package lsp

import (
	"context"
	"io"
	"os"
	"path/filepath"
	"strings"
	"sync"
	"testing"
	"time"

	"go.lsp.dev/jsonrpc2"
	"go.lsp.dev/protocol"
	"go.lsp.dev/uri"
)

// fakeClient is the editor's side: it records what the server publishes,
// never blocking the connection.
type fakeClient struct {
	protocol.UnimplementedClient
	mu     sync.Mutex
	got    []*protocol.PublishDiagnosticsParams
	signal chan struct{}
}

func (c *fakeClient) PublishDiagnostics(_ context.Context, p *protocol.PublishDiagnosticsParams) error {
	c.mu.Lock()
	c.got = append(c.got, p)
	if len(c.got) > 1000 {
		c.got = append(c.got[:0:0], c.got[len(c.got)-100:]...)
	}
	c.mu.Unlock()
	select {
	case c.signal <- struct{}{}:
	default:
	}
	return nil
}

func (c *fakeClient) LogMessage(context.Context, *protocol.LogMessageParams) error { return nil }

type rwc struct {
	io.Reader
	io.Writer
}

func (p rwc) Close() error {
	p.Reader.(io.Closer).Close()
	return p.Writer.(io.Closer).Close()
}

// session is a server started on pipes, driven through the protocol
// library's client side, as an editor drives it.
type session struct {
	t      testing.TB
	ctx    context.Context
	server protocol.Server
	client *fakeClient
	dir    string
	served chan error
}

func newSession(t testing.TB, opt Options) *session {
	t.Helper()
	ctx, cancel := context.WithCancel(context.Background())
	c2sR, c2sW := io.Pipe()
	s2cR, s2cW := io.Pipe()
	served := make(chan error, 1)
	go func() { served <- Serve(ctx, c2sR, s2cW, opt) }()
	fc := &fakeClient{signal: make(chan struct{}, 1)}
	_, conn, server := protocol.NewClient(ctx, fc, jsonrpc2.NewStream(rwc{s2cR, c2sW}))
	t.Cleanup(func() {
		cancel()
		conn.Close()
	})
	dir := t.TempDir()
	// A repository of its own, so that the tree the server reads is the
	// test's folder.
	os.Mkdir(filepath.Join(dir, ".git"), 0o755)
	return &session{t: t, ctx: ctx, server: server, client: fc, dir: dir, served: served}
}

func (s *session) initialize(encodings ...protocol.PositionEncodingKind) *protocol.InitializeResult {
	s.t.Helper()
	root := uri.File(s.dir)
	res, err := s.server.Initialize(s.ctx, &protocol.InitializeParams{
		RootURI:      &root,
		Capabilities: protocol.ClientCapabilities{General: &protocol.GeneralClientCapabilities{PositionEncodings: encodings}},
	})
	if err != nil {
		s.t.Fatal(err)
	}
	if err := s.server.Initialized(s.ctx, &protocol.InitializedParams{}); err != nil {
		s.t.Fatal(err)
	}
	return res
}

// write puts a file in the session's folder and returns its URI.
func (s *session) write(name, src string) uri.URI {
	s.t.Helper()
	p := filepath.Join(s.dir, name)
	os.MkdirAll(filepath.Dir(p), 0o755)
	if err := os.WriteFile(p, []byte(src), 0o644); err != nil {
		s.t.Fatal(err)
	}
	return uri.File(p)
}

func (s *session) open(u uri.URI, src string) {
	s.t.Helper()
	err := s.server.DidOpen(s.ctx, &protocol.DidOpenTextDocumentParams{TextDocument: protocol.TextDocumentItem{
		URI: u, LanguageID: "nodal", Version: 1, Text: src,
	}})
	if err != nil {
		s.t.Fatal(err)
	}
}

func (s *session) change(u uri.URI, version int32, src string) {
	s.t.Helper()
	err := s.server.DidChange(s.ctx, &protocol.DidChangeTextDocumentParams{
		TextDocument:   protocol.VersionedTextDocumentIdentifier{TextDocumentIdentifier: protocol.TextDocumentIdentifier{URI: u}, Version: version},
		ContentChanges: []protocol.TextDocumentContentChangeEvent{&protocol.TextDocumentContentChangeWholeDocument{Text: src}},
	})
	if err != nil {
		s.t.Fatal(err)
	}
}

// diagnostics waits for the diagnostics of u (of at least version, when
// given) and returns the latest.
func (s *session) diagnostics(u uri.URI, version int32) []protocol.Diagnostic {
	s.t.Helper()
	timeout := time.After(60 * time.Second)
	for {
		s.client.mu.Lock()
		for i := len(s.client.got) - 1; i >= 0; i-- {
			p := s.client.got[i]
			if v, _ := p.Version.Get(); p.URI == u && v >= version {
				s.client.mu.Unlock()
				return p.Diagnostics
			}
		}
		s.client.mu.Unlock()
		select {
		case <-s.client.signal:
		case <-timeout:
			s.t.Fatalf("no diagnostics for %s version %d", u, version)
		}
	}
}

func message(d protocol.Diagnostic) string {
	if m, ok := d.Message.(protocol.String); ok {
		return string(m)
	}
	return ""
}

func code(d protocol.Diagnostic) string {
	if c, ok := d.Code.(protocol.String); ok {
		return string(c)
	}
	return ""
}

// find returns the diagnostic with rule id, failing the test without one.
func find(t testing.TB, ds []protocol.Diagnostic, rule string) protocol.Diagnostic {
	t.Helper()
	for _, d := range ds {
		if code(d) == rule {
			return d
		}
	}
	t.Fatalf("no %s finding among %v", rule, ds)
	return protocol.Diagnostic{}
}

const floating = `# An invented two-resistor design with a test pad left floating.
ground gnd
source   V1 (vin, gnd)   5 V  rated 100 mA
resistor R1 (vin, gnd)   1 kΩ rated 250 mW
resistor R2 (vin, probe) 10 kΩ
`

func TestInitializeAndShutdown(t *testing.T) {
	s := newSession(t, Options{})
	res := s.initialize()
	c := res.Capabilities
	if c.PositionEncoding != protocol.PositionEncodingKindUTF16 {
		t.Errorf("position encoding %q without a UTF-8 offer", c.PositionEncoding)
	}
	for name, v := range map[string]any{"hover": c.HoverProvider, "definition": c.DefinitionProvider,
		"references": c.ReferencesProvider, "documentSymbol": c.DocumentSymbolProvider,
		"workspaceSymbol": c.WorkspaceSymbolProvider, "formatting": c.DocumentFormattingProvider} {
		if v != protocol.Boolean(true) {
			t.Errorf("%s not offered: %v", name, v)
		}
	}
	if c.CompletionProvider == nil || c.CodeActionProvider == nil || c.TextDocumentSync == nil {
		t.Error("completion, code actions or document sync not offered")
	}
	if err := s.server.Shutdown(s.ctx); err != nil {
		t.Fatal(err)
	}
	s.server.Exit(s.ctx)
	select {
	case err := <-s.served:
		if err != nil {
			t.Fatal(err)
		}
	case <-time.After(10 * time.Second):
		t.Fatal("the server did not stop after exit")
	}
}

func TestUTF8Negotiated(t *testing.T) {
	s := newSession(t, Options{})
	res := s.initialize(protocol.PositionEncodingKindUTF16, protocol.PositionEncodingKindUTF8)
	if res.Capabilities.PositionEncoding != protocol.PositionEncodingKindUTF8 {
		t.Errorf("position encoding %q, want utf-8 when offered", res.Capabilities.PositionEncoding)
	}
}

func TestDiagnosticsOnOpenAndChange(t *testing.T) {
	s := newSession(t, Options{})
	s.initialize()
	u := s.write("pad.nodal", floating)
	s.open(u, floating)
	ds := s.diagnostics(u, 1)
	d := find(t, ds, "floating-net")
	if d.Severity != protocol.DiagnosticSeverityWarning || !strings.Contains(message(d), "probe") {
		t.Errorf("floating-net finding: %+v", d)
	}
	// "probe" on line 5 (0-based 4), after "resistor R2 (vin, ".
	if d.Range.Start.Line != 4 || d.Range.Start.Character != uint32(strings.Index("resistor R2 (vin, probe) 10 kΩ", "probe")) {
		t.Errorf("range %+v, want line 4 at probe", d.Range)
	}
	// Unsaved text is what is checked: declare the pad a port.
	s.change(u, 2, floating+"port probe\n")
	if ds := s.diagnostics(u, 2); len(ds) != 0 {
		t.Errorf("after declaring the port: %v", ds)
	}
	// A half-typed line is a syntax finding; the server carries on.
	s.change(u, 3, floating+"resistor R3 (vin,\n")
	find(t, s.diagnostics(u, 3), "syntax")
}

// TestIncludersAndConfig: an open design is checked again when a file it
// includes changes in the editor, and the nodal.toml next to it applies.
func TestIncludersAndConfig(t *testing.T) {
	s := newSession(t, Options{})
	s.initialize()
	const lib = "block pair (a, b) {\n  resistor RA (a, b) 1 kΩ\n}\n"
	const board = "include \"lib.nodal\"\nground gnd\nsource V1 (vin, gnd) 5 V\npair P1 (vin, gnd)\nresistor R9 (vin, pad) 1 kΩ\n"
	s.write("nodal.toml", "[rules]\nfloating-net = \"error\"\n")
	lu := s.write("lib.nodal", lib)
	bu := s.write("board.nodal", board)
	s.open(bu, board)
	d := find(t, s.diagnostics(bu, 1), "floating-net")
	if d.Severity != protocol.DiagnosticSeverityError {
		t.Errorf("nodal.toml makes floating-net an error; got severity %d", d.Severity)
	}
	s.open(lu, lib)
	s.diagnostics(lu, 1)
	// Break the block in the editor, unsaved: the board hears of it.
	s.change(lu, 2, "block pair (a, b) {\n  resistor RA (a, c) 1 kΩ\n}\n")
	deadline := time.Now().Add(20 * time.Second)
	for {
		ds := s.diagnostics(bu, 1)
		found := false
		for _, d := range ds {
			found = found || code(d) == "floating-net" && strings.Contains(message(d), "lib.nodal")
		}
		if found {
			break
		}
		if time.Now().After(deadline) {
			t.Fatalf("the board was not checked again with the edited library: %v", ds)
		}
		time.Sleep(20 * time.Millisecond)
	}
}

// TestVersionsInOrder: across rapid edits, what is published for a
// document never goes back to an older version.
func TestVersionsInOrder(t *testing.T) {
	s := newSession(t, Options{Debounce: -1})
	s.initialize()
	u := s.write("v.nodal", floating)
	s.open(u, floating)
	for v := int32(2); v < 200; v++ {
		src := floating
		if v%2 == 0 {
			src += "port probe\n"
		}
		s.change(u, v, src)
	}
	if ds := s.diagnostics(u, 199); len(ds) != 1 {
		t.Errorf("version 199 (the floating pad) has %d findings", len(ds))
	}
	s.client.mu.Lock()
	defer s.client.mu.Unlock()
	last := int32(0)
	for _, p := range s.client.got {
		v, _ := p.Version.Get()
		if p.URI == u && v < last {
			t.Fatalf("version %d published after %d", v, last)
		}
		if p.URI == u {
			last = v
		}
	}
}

______

:: TASK INSTRUCTIONS ::
If the string "library" appears in a line of the entries, report the line.

:: SOLUTION FOR THIS EXERCISE ::
// library's client side, as an editor drives it.
			t.Fatalf("the board was not checked again with the edited library: %v", ds)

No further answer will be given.